Gough failed to produce the match-winning performance for Yorkshire against Durham at Chester-le-Street that would have demanded his selection but, after bowling 18 overs on Wednesday, he was without a discernible limp.

The feeling within the Yorkshire dressing room is that Gough is a likelier inclusion than Anthony McGrath, whose two excellent Test displays against Zimbabwe may not ultimately carry enough sway to retain his place in the XI.

Most intriguing of all will be Hussain's mood of captaincy after more than three months' break. At the start of England's abortive World Cup challenge last winter, he chose to spend an afternoon playing golf rather than lead England in a warm-up match in the South African township of Motherwell. It was suggested that it might have been a misjudgment. "Tell it to someone who cares," he snapped.

A displeased Hussain is a beast to be reckoned with. His eyes blaze with indignation, and his nose tips disdainfully to the heavens. His natural inclination is to look for victory rather than compromise.
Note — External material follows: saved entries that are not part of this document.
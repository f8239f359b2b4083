import { eq } from "drizzle-orm";
import { beforeEach, describe, expect, it } from "vitest";
import * as benchReferences from "~/db/bench-references.server";
import * as benchRows from "~/db/benches.server";
import { db } from "~/db/client.server";
import * as dips from "~/db/dips.server";
import { newPublicId } from "~/db/ids.server";
import * as people from "~/db/people.server";
import * as projectRows from "~/db/projects.server";
import { benches as benchTable, events } from "~/db/schema/index";
import * as sweeps from "~/db/sweeps.server";
import { IDEAL_STANDARDS, NOTHING_GIVEN } from "~/measurement/bench";
import { qualifyBench } from "~/measurement/correction/qualify";
import { type ReferenceFile, sameFileTwice, takeReferences } from "~/services/bench-references.server";
import { benchForSweep, loadBench, usableBenches } from "~/services/bench-sweeps.server";
import {
  changeBench,
  correctVersion,
  createBench,
  deleteBench,
  rebuildBench,
  setRetired,
} from "~/services/benches.server";
import { takeIn } from "~/services/intake.server";
import { runDueJobs } from "~/services/jobs.server";
import { createProject } from "~/services/projects.server";
import { getObject } from "~/services/storage.server";
import { benchFile, directivityDbOf, GOOD_BRIDGE, POOR_BRIDGE, type Standard } from "../bench-files.ts";

const day = (text: string) => new Date(`${text}T00:00Z`);
const VERSION = {
  validFrom: day("2026-05-03"),
  remark: "",
  parts: [],
  standards: IDEAL_STANDARDS,
  given: NOTHING_GIVEN,
};
const ALL = ["open", "short", "load", "through"] as const;

let by: { id: number };
let project: { id: number; publicId: string };

beforeEach(async () => {
  by = { id: await people.insert({ userName: `ada-${newPublicId()}`, name: "Ada", email: null }) };
  project = await newProject(by);
});

function newProject(owner: { id: number }) {
  return createProject({ title: "Reeds", summary: "", visibility: "private", ituRegion: null }, owner.id);
}

function fileOf(kind: (typeof ALL)[number], truth = GOOD_BRIDGE, standard: Standard = kind): ReferenceFile {
  const bytes = new TextEncoder().encode(benchFile(truth, standard));
  return { kind, file: { name: `${standard}.csv`, bytes } };
}

async function madeBench(files: ReferenceFile[] = ALL.map((kind) => fileOf(kind)), own: "yes" | "no" = "no") {
  const made = await createBench(project, by, { name: "Home bridge", description: "", own }, VERSION);
  const taken = await takeReferences({ ...made, project, by }, files);
  const bench = await benchRows.findById(made.bench.id);
  if (!bench) throw new Error("the bench is not there");
  return { bench, version: made.version, taken };
}

async function antennaSweep(takenAt: Date | null, name = "vertical") {
  const bytes = new TextEncoder().encode(benchFile(GOOD_BRIDGE, "antenna", ` ${name}`));
  const taken = await takeIn({
    project,
    by,
    takenAt,
    file: { name: `${name}.csv`, bytes },
    keepUnread: true,
  });
  if (taken.kind !== "read") throw new Error(`expected a read sweep, got ${taken.kind}`);
  const found = await sweeps.findByPublicId(taken.sweepPublicId);
  if (!found) throw new Error("the sweep is not there");
  return found.sweep;
}

describe("a bench from four files", () => {
  it("takes its references in and knows its directivity", async () => {
    const { bench, taken } = await madeBench();
    expect(taken.map(({ how }) => how)).toEqual(["read", "read", "read", "read"]);
    const loaded = await loadBench(bench, await versionOf(bench.id, "2026-06-01"));
    expect(loaded.references.map(({ kind }) => kind)).toEqual([...ALL]);
    const quality = qualifyBench(loaded.correction, { swr: 1.5, tolerance: 0.1 });
    // Truth: the closed form that made the files. The worst of a stretch around is given, so never more than the truth.
    for (const mhz of [5, 30, 60, 90]) {
      const i = quality.frequencyHz.findIndex((hz) => hz >= mhz * 1e6);
      const over = quality.directivityDb[i] - directivityDbOf(GOOD_BRIDGE, quality.frequencyHz[i]);
      expect(over, `${mhz} MHz`).toBeLessThan(0.1);
      expect(over, `${mhz} MHz`).toBeGreaterThan(-1.5);
      expect(Math.abs(quality.insertionLossDb[i] - GOOD_BRIDGE.lossDb), `${mhz} MHz`).toBeLessThan(0.1);
    }
  });

  it("keeps them out of the antenna's sweeps, counts and open dips", async () => {
    await madeBench([fileOf("load", GOOD_BRIDGE, "antenna")]);
    expect((await sweeps.findAllByProject(project.id)).rows).toEqual([]);
    expect(await sweeps.countByProject(project.id)).toBe(0);
    expect(await dips.countOpenByProject(project.id)).toBe(0);
    expect(await dips.findOpenByProject(project.id)).toEqual([]);
    const [mine] = (await projectRows.findPageByUser(by.id)).rows;
    expect(mine).toMatchObject({ sweepCount: 0 });
  });

  it("reads levels without a 0 dB line as the ratios they are", async () => {
    const levels = ALL.map((kind): ReferenceFile => {
      const text = benchFile(GOOD_BRIDGE, kind).replace("S11 (dB)", "Level (dBm)");
      return { kind, file: { name: `${kind}.csv`, bytes: new TextEncoder().encode(text) } };
    });
    const { bench, taken } = await madeBench(levels);
    expect(taken.map(({ how }) => how)).toEqual(["read", "read", "read", "read"]);
    const { correction, readAs } = await loadBench(bench, await versionOf(bench.id, "2026-06-01"));
    expect(readAs.open).toEqual({ quantity: "level", zeroDb: 0 });
    const quality = qualifyBench(correction, { swr: 1.5, tolerance: 0.1 });
    expect(quality.insertionLossDb[100]).toBeCloseTo(12.04, 1);
  });

  it("uses a file that is there already, and says so", async () => {
    const sweep = await antennaSweep(null, "load");
    const bytes = new TextEncoder().encode(benchFile(GOOD_BRIDGE, "antenna", " load"));
    const { taken } = await madeBench([{ kind: "load", file: { name: "again.csv", bytes } }]);
    expect(taken[0].how).toBe("shared");
    expect(taken[0].message).toContain("also stays among the project's sweeps");
    expect(await sweeps.countByProject(project.id)).toBe(1);
    expect((await benchReferences.findBenchesOf(sweep.id)).map(({ kind }) => kind)).toEqual(["load"]);
  });

  it("refuses one file for two kinds and a second of one kind", async () => {
    expect(sameFileTwice([fileOf("open"), fileOf("short", GOOD_BRIDGE, "open")])).toEqual(["open", "short"]);
    expect(sameFileTwice(ALL.map((kind) => fileOf(kind)))).toBeNull();
    const { bench, version } = await madeBench([fileOf("open")]);
    const again = await takeReferences({ bench, version, project, by }, [
      fileOf("short", GOOD_BRIDGE, "open"),
      fileOf("open", POOR_BRIDGE),
    ]);
    expect(again.map(({ how }) => how)).toEqual(["refused", "refused"]);
    expect(again[0].message).toContain("the same file as the open");
    expect(await benchReferences.findAllByVersions([version.id])).toHaveLength(1);
  });

  it("keeps the bench when a file can't be read, and says which", async () => {
    const nothing = { kind: "short" as const, file: { name: "short.csv", bytes: new Uint8Array() } };
    const { taken, version } = await madeBench([fileOf("open"), nothing, fileOf("load")]);
    expect(taken.map(({ how }) => how)).toEqual(["read", "refused", "read"]);
    expect(taken[1].message).toContain("short.csv");
    expect((await benchReferences.findAllByVersions([version.id])).map(({ kind }) => kind)).toEqual([
      "open",
      "load",
    ]);
  });
});

describe("the version that counts for a sweep", () => {
  it("is the one of its day", async () => {
    const { bench } = await madeBench();
    const sweep = await antennaSweep(day("2026-05-20"));
    const with_ = (takenAt: Date | null) => benchForSweep({ ...sweep, benchId: bench.id, takenAt });
    await rebuildBench(bench, by, { ...VERSION, validFrom: day("2026-07-01"), remark: "Another arm" });
    expect(await with_(day("2026-05-20"))).toMatchObject({ kind: "bench", version: { number: 1 } });
    expect(await with_(day("2026-07-01"))).toMatchObject({ kind: "bench", version: { number: 2 } });
    // Without a date of its own, the day it came in counts: today.
    expect(await with_(null)).toMatchObject({ kind: "bench", version: { number: 2 } });
    expect(await benchForSweep({ ...sweep, benchId: null })).toBeNull();
  });

  it("is none before the first, and that is said", async () => {
    const { bench } = await madeBench();
    const sweep = await antennaSweep(day("2026-05-02"));
    const found = await benchForSweep({ ...sweep, benchId: bench.id });
    expect(found).toMatchObject({ kind: "problem", code: "bench-later" });
    expect(found?.kind === "problem" && found.message).toMatch(/from 3 May 2026 on.*taken on 2 May 2026/);
    const gone = await benchForSweep({ ...sweep, benchId: bench.id + 1_000_000 });
    expect(gone).toMatchObject({ kind: "problem", code: "bench-gone", bench: null });
  });

  it("keeps its references when the bench is rebuilt", async () => {
    const { bench } = await madeBench();
    const before = await loadBench(bench, await versionOf(bench.id, "2026-06-01"));
    const version = await rebuildBench(bench, by, { ...VERSION, validFrom: day("2026-07-01"), remark: "So" });
    await takeReferences({ bench, version, project, by }, [fileOf("load", POOR_BRIDGE)]);
    const after = await loadBench(bench, await versionOf(bench.id, "2026-06-01"));
    expect(after.sha256).toEqual(before.sha256);
    const now = await loadBench(bench, await versionOf(bench.id, "2026-08-01"));
    expect(Object.keys(now.sha256)).toEqual(["load"]);
  });
});

describe("changing a bench", () => {
  it("corrects which reference is which", async () => {
    const { bench, version } = await madeBench([
      fileOf("open", GOOD_BRIDGE, "short"),
      fileOf("short", GOOD_BRIDGE, "open"),
    ]);
    const [open, short] = await benchReferences.findAllByVersions([version.id]);
    const kinds = new Map([
      [open.sweep.publicId, "short" as const],
      [short.sweep.publicId, "open" as const],
    ]);
    await correctVersion(bench, version.id, by, { ...VERSION, validFrom: day("2026-04-01") }, kinds);
    const [nowOpen] = await benchReferences.findAllByVersions([version.id]);
    expect(nowOpen.fileName).toBe("open.csv");
    expect((await versionOf(bench.id, "2026-04-02")).number).toBe(1);
  });

  it("does not undo what somebody else changed meanwhile", async () => {
    const { bench } = await madeBench([]);
    const was = { name: "Home bridge", description: "", own: "no" } as const;
    await changeBench(bench, by, was, { ...was, name: "Shed bridge" });
    const late = await changeBench(bench, by, was, { ...was, name: "Barn bridge" });
    expect(late).toEqual({
      asked: [{ name: "name", mine: "Barn bridge", theirs: "Shed bridge" }],
      rest: { description: "", own: "no" },
      was: JSON.stringify({ ...was, name: "Shed bridge" }),
    });
    const other = await changeBench(bench, by, was, { ...was, description: "Two arms." });
    expect(other).toBeNull();
    expect(await benchRows.findById(bench.id)).toMatchObject({
      name: "Shed bridge",
      description: "Two arms.",
    });
  });

  it("deletes an unused one with its files, and none that a sweep rests on", async () => {
    const { bench, version } = await madeBench([fileOf("open")]);
    const [reference] = await benchReferences.findAllByVersions([version.id]);
    const found = await sweeps.findByPublicId(reference.sweep.publicId);
    const sweep = await antennaSweep(day("2026-05-20"));
    await sweeps.update(sweep.id, { benchId: bench.id });
    expect(await deleteBench(bench)).toBe(false);
    expect(await benchRows.findById(bench.id)).toBeDefined();
    await sweeps.update(sweep.id, { benchId: null });
    expect(await deleteBench(bench)).toBe(true);
    expect(await benchRows.findById(bench.id)).toBeUndefined();
    expect(await sweeps.findByPublicId(reference.sweep.publicId)).toBeUndefined();
    await runDueJobs();
    await expect(getObject(found?.file.storageKey ?? "")).rejects.toThrow();
    expect(await sweeps.findByPublicId(sweep.publicId)).toBeDefined();
  });

  it("writes down what happened", async () => {
    const { bench } = await madeBench([fileOf("open")]);
    await setRetired(bench, by, true);
    const rows = await db.select().from(events).where(eq(events.projectId, project.id));
    const told = rows
      .filter(({ kind }) => kind.startsWith("bench."))
      .map(({ kind, about }) => [kind, about.title]);
    expect(told).toEqual([
      ["bench.added", "Home bridge"],
      ["bench.changed", "Home bridge: an open for version 1"],
      ["bench.changed", "Home bridge: put away"],
    ]);
  });
});

describe("benches that can be used", () => {
  it("are the project's and its experimenters' own, none put away", async () => {
    const { bench } = await madeBench([], "yes");
    const cleo = {
      id: await people.insert({ userName: `cleo-${newPublicId()}`, name: "Cleo", email: null }),
    };
    const there = await newProject(cleo);
    const usable = async () => (await usableBenches(there.id)).map((row) => row.bench.id);
    expect(await usable()).toEqual([]);
    await projectRows.insertMember(there.id, by.id, "commenter");
    expect(await usable()).toEqual([]);
    await projectRows.updateMember(there.id, by.id, "experimenter");
    expect(await usable()).toEqual([bench.id]);
    expect(await benchRows.isUsableIn(bench, there.id)).toBe(true);
    expect((await usableBenches(project.id)).map((row) => row.bench.id)).toEqual([bench.id]);
    await setRetired(bench, by, true);
    expect(await usable()).toEqual([]);
    await db.update(benchTable).set({ ownerId: null, retiredAt: null }).where(eq(benchTable.id, bench.id));
    expect(await usable()).toEqual([]);
  });
});

async function versionOf(benchId: number, at: string) {
  const version = await benchRows.findVersionAt(benchId, day(at));
  if (!version) throw new Error(`no version at ${at}`);
  return version;
}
Hussain remains comfort ably England's best option as Test captain, even if Michael Vaughan's successful introduction as one-day skipper has quickened speculation that he will soon also displace Hussain in the Test role. Its purpose is to convey the general strain Hussain was under last winter and how, in Gough's vivid phrase at Lord's last week, in his desperation to succeed, he had started to "captain by intimidation".

Separate Test and one-day captains can work, but only if both players can survive the media's insatiable desire to present them as rivals, where one man's success automatically undermines the other's authority.

Hussain chose not to contact Vaughan during the NatWest Series. He knew what he would have preferred - the chance to grow into a new job and not feel that his every move was being monitored. Now he is back in the job. And what he needs to feel at home is some runs under his belt.